Our study has several limitations. First, as in all studies based on claims data, we were not able to evaluate accurately the use of opioid medications, because of the unknown patient-specific information, patient demographics, and patient comorbidities. In addition, opioid medications have a broad array of indications for many diseases, and we could not determine from the data collected the reasons that these medications were prescribed.

Second, these data include a known error in the 4 quarters of 2006 and in quarter 3 of 2007; however, we adjusted for these errors by calculating the previous and following quarters, to make the data more meaningful.

Third, the prices of opioids in our study are representative of all the Medicaid programs combined throughout the nation; thus, our study is a good baseline for each state to match its opioid prices to our findings.

Fourth, in June 2017, the FDA demanded that oxymorphone hydrochloride be removed from the market; this could explain the negligible use of this medication in the third quarter of our study.
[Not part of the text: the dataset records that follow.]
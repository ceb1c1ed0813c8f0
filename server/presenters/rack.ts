import type { DropEventRow, DropRow } from '#server/models/index.ts';
import type { DropWithFacts } from '#server/services/drops.ts';
import { roleMay, type Role } from '#shared/permissions.ts';
import type { Drop, DropView } from '#shared/schemas/rack.ts';

export function presentDrop({ drop, heldByPlan, from, loggedBy }: DropWithFacts, role: Role): Drop {
  const edit = roleMay(role, 'drop:edit');
  return {
    id: drop.id,
    tag: drop.tag,
    section: drop.section,
    stockKey: drop.stockKey,
    family: drop.family,
    grade: drop.grade,
    lengthNm: drop.lengthNm,
    widthNm: drop.widthNm ?? null,
    massMg: drop.massMg,
    slot: drop.slot,
    heat: drop.heat ?? null,
    note: drop.note,
    state: drop.state,
    heldByPlan: heldByPlan ? { id: heldByPlan.id, number: heldByPlan.number, name: heldByPlan.name } : null,
    from: from
      ? { planId: from.plan.id, planNumber: from.plan.number, barId: from.barId, parentTag: from.parentTag }
      : null,
    loggedBy,
    loggedAt: drop.loggedAt,
    version: drop.version,
    can: {
      'drop:edit': edit && drop.state !== 'cut',
      'drop:scrap': edit && drop.state === 'racked',
      'drop:missing': edit && drop.state === 'racked',
      'drop:found': edit && drop.state === 'missing',
      'drop:restore': edit && drop.state === 'scrapped',
    },
  };
}

export const presentDropView = (
  found: DropWithFacts,
  events: DropEventRow[],
  children: DropRow[],
  role: Role,
): DropView => ({
  drop: presentDrop(found, role),
  events: events.map(({ at, who, what, why }) => ({ at, who, what, why })),
  children: children.map(({ id, tag }) => ({ id, tag })),
});
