import { describe, expect, it } from 'vitest';
import type { Offer } from '#shared/schemas/yard.ts';
import { filterOffers } from '#src/features/buying/hooks/filter-offers.ts';

const offer = (id: number, section: string, grade: string, feet: number, supplierId = 1) =>
  ({ id, section, grade, supplierId, lengthNm: feet * 304_800_000, priceMinor: 9800 }) as Offer;

const OFFERS = [
  offer(1, 'L4x4x3/8', 'A36', 40),
  offer(2, 'L3x3x1/4', 'A36', 40, 2),
  offer(3, 'L3x3x1/4', 'A36', 20),
  offer(4, 'HSS2x2x3/16', 'A500C', 20),
];

describe('filterOffers', () => {
  it('orders by section, grade and length', () => {
    expect(filterOffers(OFFERS, { section: '', supplierId: null }).map(({ id }) => id)).toEqual([4, 3, 2, 1]);
  });

  it('finds a section however it is spaced or crossed', () => {
    expect(filterOffers(OFFERS, { section: 'l 3 × 3', supplierId: null }).map(({ id }) => id)).toEqual([
      3, 2,
    ]);
  });

  it('finds a grade and keeps to one supplier', () => {
    expect(filterOffers(OFFERS, { section: 'a500', supplierId: null }).map(({ id }) => id)).toEqual([4]);
    expect(filterOffers(OFFERS, { section: '', supplierId: 2 }).map(({ id }) => id)).toEqual([2]);
  });
});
Finally, our findings are not necessarily relevant to the general US population, because the data came only from the Medicaid population, which is not necessarily representative of the entire US population.

Conclusion

The utilization of and spending on opioid medications increased over time and reached a peak in 2015, which then declined with combating the nationwide opioid epidemic. Our analysis of the utilization and spending trends for opioids shows significant increases in both areas after 1999. These trends started to decrease in early 2016. The reduction in the total spending on opioids after 2015 is likely a result of public health efforts at that time to combat the opioid epidemic and drug abuse nationwide. Despite this decline, the utilization of and spending on opioid medications are still considered to be too high.

Our results present data for healthcare providers to consider the appropriate use of opioids in the Medicaid population. A considerable use of opioid medications may lead to high healthcare costs and drug abuse, resulting in patient safety problems. Effective cost-containment programs and combating drug abuse strategies regarding opioid medications are warranted in the US Medicaid programs.

Author Disclosure Statement
Dr Alsultan and Dr Guo have no conflicts of interest to report.